### THE INPUT
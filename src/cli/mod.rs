//! The command line: arguments, what each command prints, exit codes.
//!
//! Commands return an [`Outcome`]; only `main` writes and exits. Imports everything below.

mod apply;
mod audit;
mod count;
mod intake;
mod why;

use clap::{Args, Parser, Subcommand};
use std::fmt::Write;
use std::io::IsTerminal;
use std::path::{Path, PathBuf};

/// What a command leaves behind.
#[derive(Clone, Debug, Default, PartialEq, Eq)]
pub struct Outcome {
    /// For standard output.
    pub out: String,
    /// For standard error.
    pub err: String,
    /// The exit code.
    pub code: u8,
}

/// Exit codes of the contract.
pub mod code {
    /// A fault of the program.
    pub const FAULT: u8 = 1;
    /// Bad input, bad usage, or refused.
    pub const BAD: u8 = 2;
    /// Done with something open.
    pub const OPEN: u8 = 3;
    /// Proved impossible, or something unplaced.
    pub const IMPOSSIBLE: u8 = 4;
}

impl Outcome {
    /// Bad input, with its message.
    pub fn bad(message: impl std::fmt::Display) -> Outcome {
        let mut err = message.to_string();
        if !err.ends_with('\n') {
            err.push('\n');
        }
        Outcome {
            out: String::new(),
            err,
            code: code::BAD,
        }
    }

    /// A fault of the program, with its message.
    pub fn fault(message: impl std::fmt::Display) -> Outcome {
        Outcome {
            code: code::FAULT,
            ..Outcome::bad(format!("a fault of the program: {message}"))
        }
    }
}

#[derive(Parser)]
#[command(
    name = "fewest",
    version,
    args_conflicts_with_subcommands = true,
    arg_required_else_help = true
)]
#[command(
    about = "Plans requests with times onto as few resources as possible, and proves that fewer cannot do."
)]
#[command(
    after_help = "Exit codes: 0 done; 2 bad input or refused; 3 done with something open;\n\
4 proved impossible or something unplaced; 1 a fault of the program.\n\n\
Seats, hours and rests are as the file says and are not verified;\nlocal codes and licensed practice come first."
)]
struct Cli {
    /// The timetable to open on the screen
    file: Option<PathBuf>,
    #[command(flatten)]
    look: Look,
    #[command(subcommand)]
    command: Option<Command>,
}

/// How the screen looks and listens.
#[derive(Args, Clone, Debug, Default)]
pub struct Look {
    /// Theme: daylight, ink, or a theme file
    #[arg(long, value_name = "NAME")]
    pub theme: Option<String>,
    /// Colours: none, 16, 256 or full
    #[arg(long, value_name = "DEPTH")]
    pub colours: Option<String>,
    /// Characters of plain ASCII only
    #[arg(long)]
    pub ascii: bool,
    /// A file with keys of your own
    #[arg(long, value_name = "FILE")]
    pub keys: Option<PathBuf>,
    /// Breaks on purpose, to test that the terminal is restored
    #[arg(long, hide = true)]
    pub break_after_first_frame: bool,
}

/// How long and how to search.
#[derive(Args, Clone, Copy, Debug)]
pub struct Search {
    /// Seconds to search at most
    #[arg(
        long,
        default_value_t = 10.0,
        value_name = "S",
        allow_negative_numbers = true
    )]
    seconds: f64,
    /// Steps of work at most, instead of time
    #[arg(long, value_name = "N")]
    steps: Option<u64>,
    /// The same seed and steps give the same answer on one thread
    #[arg(long, default_value_t = 1, value_name = "K")]
    seed: u64,
    /// Takes in edits that a session on the screen did not save
    #[arg(long)]
    unsaved: bool,
    /// Threads: floors and plans are searched side by side on two or more
    #[arg(long, value_name = "T", value_parser = clap::value_parser!(u16).range(1..=64))]
    threads: Option<u16>,
}

#[derive(Subcommand)]
enum Command {
    /// Fewest resources, the reason why not fewer, and what is known
    Count {
        /// The timetable
        file: PathBuf,
        /// One JSON object
        #[arg(long)]
        json: bool,
        #[command(flatten)]
        search: Search,
    },
    /// Edits from a file or -, all or none, and saves
    Apply {
        /// The timetable
        file: PathBuf,
        /// A list of edits, one a line; - for standard input
        script: PathBuf,
        #[command(flatten)]
        search: Search,
    },
    /// What forces the count above the clique, or why something has no place
    Why {
        /// The timetable
        file: PathBuf,
        /// One JSON object
        #[arg(long)]
        json: bool,
        #[command(flatten)]
        search: Search,
    },
    /// Rechecks the plan files beside FILE, without engine or search
    Audit {
        /// The timetable
        file: PathBuf,
    },
    /// Takes requests in from a CSV file
    Intake(Box<intake::IntakeArgs>),
}

/// Runs the command line.
pub fn run(args: impl IntoIterator<Item = std::ffi::OsString>) -> Outcome {
    let args: Vec<std::ffi::OsString> = args.into_iter().collect();
    if let Some(later) = later(&args) {
        return Outcome::bad(format!("\"{later}\" is not yet possible in this version"));
    }
    let cli = match Cli::try_parse_from(args) {
        Ok(cli) => cli,
        Err(error) if error.use_stderr() => {
            // What was typed is quoted in it, and may be anything.
            let said = error.to_string();
            let lines: Vec<_> = said.lines().map(crate::text::clean).collect();
            return Outcome::bad(lines.join("\n"));
        }
        Err(help) => {
            return Outcome {
                out: help.to_string(),
                ..Outcome::default()
            };
        }
    };
    match (cli.command, cli.file) {
        (Some(Command::Count { file, json, search }), _) => count::count(&file, json, search),
        (
            Some(Command::Apply {
                file,
                script,
                search,
            }),
            _,
        ) => apply::apply(&file, &script, search),
        (Some(Command::Why { file, json, search }), _) => why::why(&file, json, search),
        (Some(Command::Audit { file }), _) => audit::audit(&file),
        (Some(Command::Intake(args)), _) => intake::intake(&args),
        (None, Some(file)) if std::io::stdout().is_terminal() && std::io::stdin().is_terminal() => {
            crate::screen::open(&file, &cli.look)
        }
        (None, Some(file)) => count::count(&file, false, Search::default()),
        (None, None) => Outcome::bad("name a timetable: fewest FILE"),
    }
}

/// The command or option of a later version that was asked for, if one was.
fn later(args: &[std::ffi::OsString]) -> Option<&'static str> {
    const COMMANDS: [&str; 5] = ["ease", "issue", "differs", "handouts", "spoken"];
    let first = args.get(1)?;
    COMMANDS.into_iter().find(|command| *first == **command)
}

impl Default for Search {
    fn default() -> Search {
        Search {
            seconds: 10.0,
            steps: None,
            seed: 1,
            threads: None,
            unsaved: false,
        }
    }
}

impl Search {
    fn budget(self) -> crate::engine::Budget {
        // Work that is to be the same every time is done on one thread.
        let usual = if self.steps.is_some() { 1 } else { 2 };
        crate::engine::Budget {
            seed: self.seed,
            steps: self.steps,
            threads: self.threads.map_or(usual, usize::from),
        }
    }

    /// Runs a job within these limits.
    fn run(self, job: crate::desk::Job) -> Result<std::sync::Arc<crate::desk::Settled>, Outcome> {
        let within = if self.steps.is_some() {
            86_400.0 * 365.0
        } else {
            self.seconds
        };
        let within = std::time::Duration::try_from_secs_f64(within)
            .map_err(|_| Outcome::bad("--seconds takes a number of seconds from 0 to 10^19"))?;
        let until = std::time::Instant::now().checked_add(within);
        let until = until.ok_or_else(|| Outcome::bad("--seconds is too large"))?;
        job.run(self.budget(), &crate::engine::Until(until), &mut |_| {})
            .map_err(Outcome::fault)
    }
}

/// Takes unsaved edits in or mentions them; the line for standard error.
fn unsaved(desk: &mut crate::desk::Desk, take_in: bool) -> String {
    if !take_in {
        return match desk.peek_unsaved() {
            0 => String::new(),
            count => format!(
                "{} not saved in a journal beside the file; --unsaved takes them in\n",
                crate::words::count_words(count, "edit")
            ),
        };
    }
    match desk.take_in_unsaved() {
        (taken, all) if taken < all => {
            format!("{taken} of {all} unsaved edits taken in, the next does not fit\n")
        }
        (0, _) => String::new(),
        (taken, _) => format!(
            "{} taken in\n",
            crate::words::count_words(taken, "unsaved edit")
        ),
    }
}

/// Notes about a timetable that is opened all the same: warnings and findings.
fn notes(desk: &crate::desk::Desk, path: &Path) -> String {
    let mut notes = String::new();
    let file = path.display().to_string();
    for warning in &desk.warnings {
        let _ = write!(
            notes,
            "warning: {}",
            warning.show(&file, desk.document().text())
        );
    }
    let timetable = desk.timetable();
    for finding in crate::timetable::findings(timetable) {
        let request = timetable.occurrence(&finding.piece).map(|(at, _)| at);
        let line = request
            .or_else(|| timetable.position(&finding.piece))
            .and_then(|at| desk.document().line_of(&crate::edit::Touched::Request(at)));
        let said = crate::words::finding(timetable, &finding);
        let _ = writeln!(
            notes,
            "finding: {}:{}: {said}",
            crate::text::clean(&file),
            line.unwrap_or(0)
        );
    }
    notes
}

### WHAT YOU SHOULD DO
Find the lines in the data that hold the word "document". Reply with how many there are and nothing more.

### ANSWER SPACE
2